Removal of the inciting agent is the goal of treatment. Correcting fluid and electrolyte losses and rectifying any nutritional imbalances (vitamin-rich diets, vitamin-B complex) are of utmost importance in the treatment of the disease.
The chelating agent meso 2,3-dimercaptosuccinic acid has been shown to be the preferred treatment modality. It can almost completely prevent methylmercury uptake by erythrocytes and hepatocytes.
In the past, dimercaprol (British antilewisite; 2,3-dimer-capto-l-propanol) and D-penicillamine were the most popular treatment modalities. Disodium edetate (Versene) was also used. Neither disodium edetate nor British antilewisite has proven reliable. British antilewisite has now been shown to increase CNS levels and exacerbate toxicity. N -acetyl-penicillamine has been successfully given to patients with mercury-induced neuropathies and chronic toxicity, although it is not approved for such uses. It has a less favorable adverse effect profile than meso 2,3-dimercaptosuccinic acid. 

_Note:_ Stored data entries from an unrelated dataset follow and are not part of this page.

"""``blotter create --base-currency`` and ``blotter base-currency``: the base is written in the
file, a change is a new row (the latest in force), bad codes are refused and write nothing."""

from __future__ import annotations

import json
import sqlite3
from pathlib import Path

import pytest
from cli_helpers import run


def test_create_sets_the_base_and_a_change_is_recorded(tmp_path: Path) -> None:
    db = str(tmp_path / "b.db")
    made = json.loads(run("create", db, "--base-currency", "EUR", "--json").stdout)
    assert made["base_currency"] == "EUR"
    assert run("--db", db, "base-currency").stdout.strip() == "base currency EUR"
    assert "GBP from now on (was EUR)" in run("--db", db, "base-currency", "GBP").stdout
    assert "nothing recorded" in run("--db", db, "base-currency", "GBP").stdout
    out = json.loads(run("--db", db, "base-currency", "--json").stdout)
    assert out["base_currency"] == "GBP"
    assert [h["currency"] for h in out["history"]] == ["EUR", "GBP"]
    conn = sqlite3.connect(db)
    assert conn.execute("SELECT currency FROM base_currency ORDER BY base_id").fetchall() == [
        ("EUR",), ("GBP",)
    ]
    conn.close()


@pytest.mark.parametrize("bad", ["eur", "EURO", "E1R"])
def test_a_bad_code_is_refused_and_nothing_is_written(tmp_path: Path, bad: str) -> None:
    db = tmp_path / "b.db"
    refused = run("create", str(db), "--base-currency", bad, code=2)
    assert "three capital letters" in refused.output and not db.exists()
    run("create", str(db))
    refused = run("--db", str(db), "base-currency", bad, code=2)
    assert "three capital letters" in refused.output
    assert json.loads(run("--db", str(db), "base-currency", "--json").stdout)["history"] == [
        {"currency": "USD", "set_at": None, "who": None}
    ]


def test_read_only_refuses_a_change(tmp_path: Path) -> None:
    db = str(tmp_path / "b.db")
    run("create", db)
    refused = run("--read-only", "--db", db, "base-currency", "JPY", code=1)
    assert "nothing was written" in refused.output
    assert run("--read-only", "--db", db, "base-currency").stdout.strip() == "base currency USD"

Hemodialysis with and without the addition of L-cysteine as a chelating agent has been used in some patients experiencing acute renal failure from mercury toxicity.
Peritoneal dialysis and plasma exchange also may be of benefit.
Tolazoline (Priscoline) has been shown to offer symptomatic relief from sympathetic overactivity.
Antibiotics are necessary when massive hyperhidrosis, which may rapidly lead to miliaria rubra, is present. This can easily progress to bacterial secondary infection with a tendency for ulcerating pyoderma.
Long-term disability has been noted. Some patients have been shown to have lower intelligence test scores and abnormal electroencephalographic tracings, indicating possible organic damage to the CNS.